It follows, then, that up to the end of the fourth year the law had been complied with. That being true, there could be no default until after that time. If there was a failure of seeds to grow during the fourth year, the defendant would have the fifth year in which to replant, and an affidavit of contest filed before the expiration of that year, as was this one, would not affect that right. The evidence shows

that before the expiration of the fifth year, but after the filing of the affidavit of contest, the tract planted to tree seeds was again carefully prepared and planted to cuttings and tree seeds.

Hence I am of the opinion that there is no bad faith shown between the entryman and the government, and no showing that will warrant the conclusion that the defendant has abandoned said tract as a timber

culture entry.

Therefore, defendant's motion to dismiss the contest should have been sustained, and the failure of your office to pass on that question

was error.

Your decision is therefore reversed, and the contest dismissed.

CONTEST-RELINQUISHMENT-RESIDENCE.
PRICE v. RILEY ET AL.

The right of a contestant to be heard on a charge of abandonment is not defeated by a subsequent relinquishment, and intervening adverse entry of a third party, even though the relinquishment is not the result of the contest.

Residence on land while it is covered by the entry of another does not secure any right as against a contestant who institutes proceedings to secure the cancellation of said entry.

Secretary Smith to the Commissioner of the General Land Office, October (J. I. H.) 9, 1894. (J. W. T.)

The above cause is before me on appeal from your office decision of September 10, 1892, affirming the decision of the local officers, dismissing the contest of Willie C. Price, and denying to him a hearing to determine his right to the NW. of Sec. 9, T. 9 N., R. 3 E., Oklahoma land district, Oklahoma Territory, as between him and Charles M. Rodman, who had made homestead entry covering said land; also denying said Price's application to make entry therefor.

On September 23, 1891, Francis M. Riley made homestead entry for the above described tract.

May 4, 1892, Willie C. Price initiated a contest, charging in his affidavit that said Riley had wholly abandoned said tract, and failed to establish his residence thereon since making entry.

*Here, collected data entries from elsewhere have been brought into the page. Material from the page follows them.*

def _dcf_on_pairs(
    pairs: _PairWindows,
    a: np.ndarray,
    ea: np.ndarray | None,
    b: np.ndarray,
    eb: np.ndarray | None,
    local: bool,
) -> tuple[np.ndarray, np.ndarray, np.ndarray]:
    """Coefficient, error and pair count per bin (Edelson & Krolik 1988; Welsh 1999)."""
    m = pairs.counts_per_bin()
    mf = m.astype(float)
    with np.errstate(divide="ignore", invalid="ignore"):
        if not local:
            norm = np.sqrt(_dcf_normalisation(a, ea, "a") * _dcf_normalisation(b, eb, "b"))
            da = a - a.mean()
            db = b - b.mean()

            def udcf(ia: np.ndarray, jb: np.ndarray, k: np.ndarray) -> np.ndarray:
                return da[ia] * db[jb] / norm

            (s1,) = pairs.sums(lambda ia, jb, k: (udcf(ia, jb, k),), 1)
            coef = np.where(m > 0, s1 / mf, np.nan)
            (s2,) = pairs.sums(lambda ia, jb, k: ((udcf(ia, jb, k) - coef[k]) ** 2,), 1)
        else:
            sa, sb = pairs.sums(lambda ia, jb, k: (a[ia], b[jb]), 2)
            ma, mb = sa / mf, sb / mf
            saa, sbb, sab = pairs.sums(
                lambda ia, jb, k: (
                    (a[ia] - ma[k]) ** 2,
                    (b[jb] - mb[k]) ** 2,
                    (a[ia] - ma[k]) * (b[jb] - mb[k]),
                ),
                3,
            )
            defined = (m >= 2) & (saa > 0) & (sbb > 0)
            coef = np.where(defined, sab / np.sqrt(saa * sbb), np.nan)
            sig = np.sqrt(saa * sbb) / mf  # σ_a σ_b of the bin (ddof = 0)
            (s2,) = pairs.sums(
                lambda ia, jb, k: (((a[ia] - ma[k]) * (b[jb] - mb[k]) / sig[k] - coef[k]) ** 2,),
                1,
            )
        err = np.where(m >= 2, np.sqrt(s2) / (mf - 1.0), np.nan)
    return coef, err, m


def dcf(
    ta: npt.ArrayLike,
    a: npt.ArrayLike,
    ea: npt.ArrayLike | None,
    tb: npt.ArrayLike,
    b: npt.ArrayLike,
    eb: npt.ArrayLike | None,
    *,
    lag_min: float,
    lag_max: float,
    lag_step: float,
    local: bool = False,
) -> LagFunction:
    """Discrete correlation function of two unevenly sampled curves.

    Edelson & Krolik (1988, ApJ 333, 646; equation numbers 2–4 from memory):
    every pair (i, j) gives
    the unbinned value

        UDCF_ij = (a_i − ā)(b_j − b̄) / √((σ_a² − ⟨e_a²⟩)(σ_b² − ⟨e_b²⟩)),

    with the means, variances (ddof = 0) and mean squared measurement errors
    of the whole curves.  The lag bins are centred on ``lag_min + k·lag_step``
    (k = 0, 1, … while the centre is ≤ ``lag_max``) with width ``lag_step``;
    pair (i, j) with Δt_ij = tb_j − ta_i falls in the bin with
    τ − Δτ/2 ≤ Δt_ij < τ + Δτ/2.  Over the M pairs of a bin,
    DCF(τ) = mean UDCF and its error is √(Σ (UDCF − DCF)²) / (M − 1).  DCF
    values are not clipped to [−1, 1] (the error-corrected normalisation can
    push them beyond).  With ``local=True`` the normalisation is that of the
    local cross-correlation function (Welsh 1999, PASP 111, 1347): the
    means and standard deviations (ddof = 0) of the pairs inside each bin,
    without error correction, so the coefficient is the Pearson r of the
    bin's pairs.  With identical time stamps and no errors, DCF(0) equals
    the Pearson r of the two curves.

    Only the pairs inside the lag range are formed (sorted times and binary
    search), so the cost scales with their number rather than with N·M.

    Parameters
    ----------
    ta, a, ea : array_like
        Times (days), fluxes and 1σ flux errors of curve a (x).  ``ea`` may
        be None (no error correction).
    tb, b, eb : array_like
        The same for curve b (y), which lags a at positive lag.
    lag_min, lag_max, lag_step : float
        Lag grid (days).
    local : bool
        Use the local normalisation of Welsh (1999).

    Returns
    -------
    LagFunction
        Bins with no pair have NaN coefficient; bins with one pair NaN error.

    Raises
    ------
    ValueError
        For invalid input, or (``local=False``) when a curve's variance does
        not exceed its mean squared error, which leaves the normalisation
        undefined.
    """
    ta_, a_, ea_ = _curve(ta, a, ea, "a")
    tb_, b_, eb_ = _curve(tb, b, eb, "b")
    centres, bounds = _lag_grid(lag_min, lag_max, lag_step)
    if not local:
        _dcf_normalisation(a_, ea_, "a")
        _dcf_normalisation(b_, eb_, "b")
    pairs = _PairWindows(ta_, tb_, bounds, _PAIR_CHUNK)
    coef, err, m = _dcf_on_pairs(pairs, a_, ea_, b_, eb_, local)
    name = "local DCF (Welsh 1999)" if local else "DCF (Edelson & Krolik 1988)"
    return LagFunction(
        lag=centres,
        coefficient=coef,
        error=err,
        n_pairs=m,
        lag_lo=bounds[:-1],
        lag_hi=bounds[1:],
        error_lo=err,
        error_hi=err,
        method=f"{name}; lag bins of width {lag_step:g} centred on {lag_min:g} + k*{lag_step:g}",
    )


# ----------------------------------------------------------------------------
# ZDCF


def _average_same_times(
    t: np.ndarray, v: np.ndarray, e: np.ndarray | None
) -> tuple[np.ndarray, np.ndarray, np.ndarray | None]:
    """Sort by time and average the points that share a time stamp."""
    tu, inverse, counts = np.unique(t, return_inverse=True, return_counts=True)
    vu = np.bincount(inverse, weights=v, minlength=tu.size) / counts
    eu = None if e is None else np.bincount(inverse, weights=e, minlength=tu.size) / counts
    return tu, vu, eu


@dataclass(frozen=True, eq=False)
class _ZdcfBins:
    """The ZDCF lag binning, which depends on the sampling times only."""

    pair_a: np.ndarray  # index into the (time-averaged) curve a of each binned pair
    pair_b: np.ndarray
    pair_bin: np.ndarray  # bin of each binned pair
    lag: np.ndarray
    sig_lo: np.ndarray
    sig_hi: np.ndarray
    n_pairs: np.ndarray


_UNSET = np.iinfo(np.int64).max


def _greedy_first_use(
    pa: np.ndarray, pb: np.ndarray, scratch: tuple[np.ndarray, ...]
) -> np.ndarray:
    """Which pairs a sequential scan accepts when no point may be used twice.

    Pair k is accepted when neither its a point nor its b point belongs to an
    accepted pair earlier in the sequence.  Computed in rounds, each
    vectorised: an undecided pair is accepted when it is the first undecided
    pair of both its points (all earlier pairs sharing a point were
    rejected), and rejected when an earlier accepted pair shares a point.
    Every round settles at least the first undecided pair, and on lag-ordered
    pairs only a few rounds are needed.  ``scratch`` holds four int64 arrays
    (first and accepting pair per a point and per b point) filled with
    ``_UNSET``; they are left that way on return.
    """
    first_a, first_b, used_a, used_b = scratch
    accepted = np.zeros(pa.size, dtype=bool)
    live = np.arange(pa.size)
    while live.size:
        la, lb = pa[live], pb[live]
        np.minimum.at(first_a, la, live)
        np.minimum.at(first_b, lb, live)
        take = (first_a[la] == live) & (first_b[lb] == live)
        first_a[la] = _UNSET
        first_b[lb] = _UNSET
        new = live[take]
        accepted[new] = True
        used_a[pa[new]] = new
        used_b[pb[new]] = new
        rest = live[~take]
        blocked = (used_a[pa[rest]] < rest) | (used_b[pb[rest]] < rest)
        live = rest[~blocked]
    used_a[pa[accepted]] = _UNSET
    used_b[pb[accepted]] = _UNSET
    return accepted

On May 9, 1892, Riley's entry was cancelled by relinquishment. On May 9, 1892, Charles M. Rodman made homestead entry for the same tract, subject to the rights of contestant.

May 9, 1892, said Price applied to make homestead entry for the tract, having in view the establishment of a preference right of entry, arising from the relinquishment aforesaid.

This application was suspended, to await the result of an order, requiring said Rodman to show cause why his entry should not be can. celled.

On the 8th day of June, 1892, said Rodman filed his affidavit, corrob orated by John E. Carson, and his motion to dismiss Price's contest. The motion was denied, and the parties were ordered to appear on July 6, 1892, for the purpose of allowing said Rodman to make a showing on the allegation that Riley's relinquishment was not the result of Price's contest. On the said last mentioned day, Rodman set up the following facts, in an affidavit corroborated by John E. Carson.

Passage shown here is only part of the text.